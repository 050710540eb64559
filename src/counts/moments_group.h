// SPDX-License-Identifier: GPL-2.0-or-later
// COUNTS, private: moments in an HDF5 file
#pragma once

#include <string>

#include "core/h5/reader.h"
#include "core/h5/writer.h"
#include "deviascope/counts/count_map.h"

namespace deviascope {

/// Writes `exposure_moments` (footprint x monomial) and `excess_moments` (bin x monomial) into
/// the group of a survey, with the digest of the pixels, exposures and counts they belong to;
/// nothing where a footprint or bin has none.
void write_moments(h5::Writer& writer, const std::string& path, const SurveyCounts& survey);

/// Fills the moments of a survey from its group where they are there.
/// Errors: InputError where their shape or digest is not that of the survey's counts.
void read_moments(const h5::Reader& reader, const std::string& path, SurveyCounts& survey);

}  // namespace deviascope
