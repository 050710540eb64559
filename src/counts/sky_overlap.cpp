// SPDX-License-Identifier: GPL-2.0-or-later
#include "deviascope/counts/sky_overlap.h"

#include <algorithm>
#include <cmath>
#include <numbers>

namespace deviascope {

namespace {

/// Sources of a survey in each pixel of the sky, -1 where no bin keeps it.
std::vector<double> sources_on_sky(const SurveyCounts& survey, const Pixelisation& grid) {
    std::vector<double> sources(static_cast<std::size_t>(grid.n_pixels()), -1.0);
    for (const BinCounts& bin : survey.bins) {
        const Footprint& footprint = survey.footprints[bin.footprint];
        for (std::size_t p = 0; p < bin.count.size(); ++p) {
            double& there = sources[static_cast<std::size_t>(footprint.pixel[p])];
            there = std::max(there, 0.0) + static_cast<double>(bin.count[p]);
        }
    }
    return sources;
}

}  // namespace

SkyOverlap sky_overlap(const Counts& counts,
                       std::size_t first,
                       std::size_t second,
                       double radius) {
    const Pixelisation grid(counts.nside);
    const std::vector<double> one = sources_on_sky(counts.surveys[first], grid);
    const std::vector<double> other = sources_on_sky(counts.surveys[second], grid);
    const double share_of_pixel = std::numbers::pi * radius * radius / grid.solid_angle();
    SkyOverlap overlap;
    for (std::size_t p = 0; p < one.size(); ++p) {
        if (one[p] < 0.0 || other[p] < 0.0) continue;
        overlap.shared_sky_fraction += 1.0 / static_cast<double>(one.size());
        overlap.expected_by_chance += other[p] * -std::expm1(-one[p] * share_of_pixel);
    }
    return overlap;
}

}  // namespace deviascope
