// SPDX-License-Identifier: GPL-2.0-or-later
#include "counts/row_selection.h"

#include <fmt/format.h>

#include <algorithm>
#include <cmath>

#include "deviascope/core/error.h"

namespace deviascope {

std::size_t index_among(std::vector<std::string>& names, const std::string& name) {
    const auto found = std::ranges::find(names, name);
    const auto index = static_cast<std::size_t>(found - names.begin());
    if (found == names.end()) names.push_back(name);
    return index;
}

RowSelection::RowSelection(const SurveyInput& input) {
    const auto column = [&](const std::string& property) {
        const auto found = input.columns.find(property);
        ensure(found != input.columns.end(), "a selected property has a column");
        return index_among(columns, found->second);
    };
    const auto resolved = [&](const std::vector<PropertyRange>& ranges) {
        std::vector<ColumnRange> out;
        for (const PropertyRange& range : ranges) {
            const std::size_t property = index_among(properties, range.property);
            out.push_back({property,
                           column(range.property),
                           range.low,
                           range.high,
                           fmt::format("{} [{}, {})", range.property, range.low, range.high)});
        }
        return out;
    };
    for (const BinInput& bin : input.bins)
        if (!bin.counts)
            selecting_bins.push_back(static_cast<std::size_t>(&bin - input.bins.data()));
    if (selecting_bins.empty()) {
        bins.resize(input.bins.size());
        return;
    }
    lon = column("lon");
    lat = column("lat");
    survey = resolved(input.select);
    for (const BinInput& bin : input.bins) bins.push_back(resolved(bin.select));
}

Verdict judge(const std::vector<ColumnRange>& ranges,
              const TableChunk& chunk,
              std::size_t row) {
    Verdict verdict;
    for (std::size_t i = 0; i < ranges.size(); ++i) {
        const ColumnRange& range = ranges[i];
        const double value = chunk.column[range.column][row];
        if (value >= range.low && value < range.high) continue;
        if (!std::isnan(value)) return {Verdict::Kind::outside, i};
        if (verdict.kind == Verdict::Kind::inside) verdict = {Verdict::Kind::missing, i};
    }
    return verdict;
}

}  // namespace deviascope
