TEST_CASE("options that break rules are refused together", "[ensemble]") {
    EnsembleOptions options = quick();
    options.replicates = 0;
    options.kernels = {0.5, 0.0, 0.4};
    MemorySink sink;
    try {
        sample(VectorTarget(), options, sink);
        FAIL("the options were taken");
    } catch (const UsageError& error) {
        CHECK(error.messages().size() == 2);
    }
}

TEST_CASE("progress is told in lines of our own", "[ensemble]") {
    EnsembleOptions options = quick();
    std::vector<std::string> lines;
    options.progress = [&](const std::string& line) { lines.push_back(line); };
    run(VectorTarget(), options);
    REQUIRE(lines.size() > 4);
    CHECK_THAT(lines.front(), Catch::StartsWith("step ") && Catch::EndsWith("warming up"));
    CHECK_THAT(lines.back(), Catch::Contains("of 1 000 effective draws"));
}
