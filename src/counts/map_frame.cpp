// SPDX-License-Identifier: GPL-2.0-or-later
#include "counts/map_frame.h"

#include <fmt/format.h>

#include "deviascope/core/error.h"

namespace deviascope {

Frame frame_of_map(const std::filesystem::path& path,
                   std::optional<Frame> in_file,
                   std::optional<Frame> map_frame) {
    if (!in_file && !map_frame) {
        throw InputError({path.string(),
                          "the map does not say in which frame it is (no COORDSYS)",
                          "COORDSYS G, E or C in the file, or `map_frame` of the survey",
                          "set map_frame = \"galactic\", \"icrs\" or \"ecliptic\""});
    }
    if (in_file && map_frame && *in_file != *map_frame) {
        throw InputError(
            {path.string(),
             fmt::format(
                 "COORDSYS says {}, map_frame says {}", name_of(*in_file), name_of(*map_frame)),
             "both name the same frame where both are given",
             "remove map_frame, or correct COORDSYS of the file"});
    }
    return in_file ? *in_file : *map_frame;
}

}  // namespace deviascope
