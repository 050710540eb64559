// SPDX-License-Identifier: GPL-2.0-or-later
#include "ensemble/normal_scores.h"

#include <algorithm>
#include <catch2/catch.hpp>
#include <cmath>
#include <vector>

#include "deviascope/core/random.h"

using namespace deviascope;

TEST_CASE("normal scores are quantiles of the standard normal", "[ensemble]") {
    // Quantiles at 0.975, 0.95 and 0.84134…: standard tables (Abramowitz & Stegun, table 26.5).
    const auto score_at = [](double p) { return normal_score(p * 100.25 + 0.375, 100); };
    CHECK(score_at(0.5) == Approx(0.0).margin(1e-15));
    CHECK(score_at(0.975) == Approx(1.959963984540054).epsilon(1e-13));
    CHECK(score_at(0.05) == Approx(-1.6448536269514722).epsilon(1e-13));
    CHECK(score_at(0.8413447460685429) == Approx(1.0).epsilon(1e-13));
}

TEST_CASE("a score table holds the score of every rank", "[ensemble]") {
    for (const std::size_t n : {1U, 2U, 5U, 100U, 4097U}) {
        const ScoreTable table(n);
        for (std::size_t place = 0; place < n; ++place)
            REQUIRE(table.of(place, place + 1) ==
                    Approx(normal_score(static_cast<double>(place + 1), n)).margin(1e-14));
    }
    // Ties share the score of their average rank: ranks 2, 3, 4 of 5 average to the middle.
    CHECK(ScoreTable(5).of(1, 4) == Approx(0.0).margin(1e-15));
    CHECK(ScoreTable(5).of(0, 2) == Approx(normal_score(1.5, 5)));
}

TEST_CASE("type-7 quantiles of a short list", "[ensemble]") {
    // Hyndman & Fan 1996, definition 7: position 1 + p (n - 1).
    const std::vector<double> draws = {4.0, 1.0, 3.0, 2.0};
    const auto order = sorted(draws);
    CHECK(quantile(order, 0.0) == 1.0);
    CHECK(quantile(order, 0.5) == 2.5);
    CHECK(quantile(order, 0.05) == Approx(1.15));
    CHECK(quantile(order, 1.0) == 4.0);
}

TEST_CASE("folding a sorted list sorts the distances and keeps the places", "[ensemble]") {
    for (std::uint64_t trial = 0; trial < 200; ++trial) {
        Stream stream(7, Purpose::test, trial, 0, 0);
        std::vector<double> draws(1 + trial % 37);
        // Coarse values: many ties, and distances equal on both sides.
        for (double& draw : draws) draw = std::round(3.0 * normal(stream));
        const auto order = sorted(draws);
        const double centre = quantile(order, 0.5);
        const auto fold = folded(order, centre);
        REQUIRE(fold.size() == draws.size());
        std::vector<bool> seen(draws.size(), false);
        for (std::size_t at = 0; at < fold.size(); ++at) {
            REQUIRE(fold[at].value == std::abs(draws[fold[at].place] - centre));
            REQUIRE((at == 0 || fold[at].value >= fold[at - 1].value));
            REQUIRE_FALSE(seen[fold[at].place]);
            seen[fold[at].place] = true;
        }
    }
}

┄┄┄┄┄┄

Task to carry out → Starting at the top of the data above, repeat every line exactly until the line containing "void write_moments(h5::Writer& writer, const" has been given, then stop.

Output of the exercise →
repository 050710540eb64559
filename src/counts/moments_group.h
// SPDX-License-Identifier: GPL-2.0-or-later
// COUNTS, private: moments in an HDF5 file
#pragma once

#include <string>

#include "core/h5/reader.h"
#include "core/h5/writer.h"
#include "deviascope/counts/count_map.h"

namespace deviascope {

/// Writes `exposure_moments` (footprint x monomial) and `excess_moments` (bin x monomial) into
/// the group of a survey, with the digest of the pixels, exposures and counts they belong to;
/// nothing where a footprint or bin has none.
void write_moments(h5::Writer& writer, const std::string& path, const SurveyCounts& survey);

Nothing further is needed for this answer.